::: Available data

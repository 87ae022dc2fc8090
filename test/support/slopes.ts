/** Slopes of a buck from first principles, in the tests' own words: A/s at L, V/s nowhere. */
export interface BuckSlopes {
  readonly up: number;
  readonly down: number;
  readonly duty: number;
}

export function buckSlopes(input: number, output: number, inductance: number): BuckSlopes {
  return { up: (input - output) / inductance, down: output / inductance, duty: output / input };
}

/**
 * Perturbation after one cycle, found by walking the waveform with a ramp: no formula for it is used.
 *
 * The valley current starts the cycle; the switch turns off where valley + up·t = peak − ramp·t.
 */
export function walkedRatio(up: number, down: number, ramp: number): number {
  const period = 1;
  const duty = down / (up + down);
  const valley = 0;
  const control = valley + up * duty * period + ramp * duty * period;
  const next = (start: number) => {
    const onTime = (control - start) / (up + ramp);
    return start + up * onTime - down * (period - onTime);
  };
  const shift = 1e-3 * up * duty;
  return (next(valley + shift) - next(valley)) / shift;
}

::::::

:: About this task ::
What is needed is an exact copy of the line containing "(input - output)" and each line after it, through the final line of the entries above.

:: Solution ::
  return { up: (input - output) / inductance, down: output / inductance, duty: output / input };
}

/**
 * Perturbation after one cycle, found by walking the waveform with a ramp: no formula for it is used.
 *
 * The valley current starts the cycle; the switch turns off where valley + up·t = peak − ramp·t.
 */
export function walkedRatio(up: number, down: number, ramp: number): number {
  const period = 1;
  const duty = down / (up + down);
  const valley = 0;
  const control = valley + up * duty * period + ramp * duty * period;
  const next = (start: number) => {
    const onTime = (control - start) / (up + ramp);
    return start + up * onTime - down * (period - onTime);
  };
  const shift = 1e-3 * up * duty;
  return (next(valley + shift) - next(valley)) / shift;
}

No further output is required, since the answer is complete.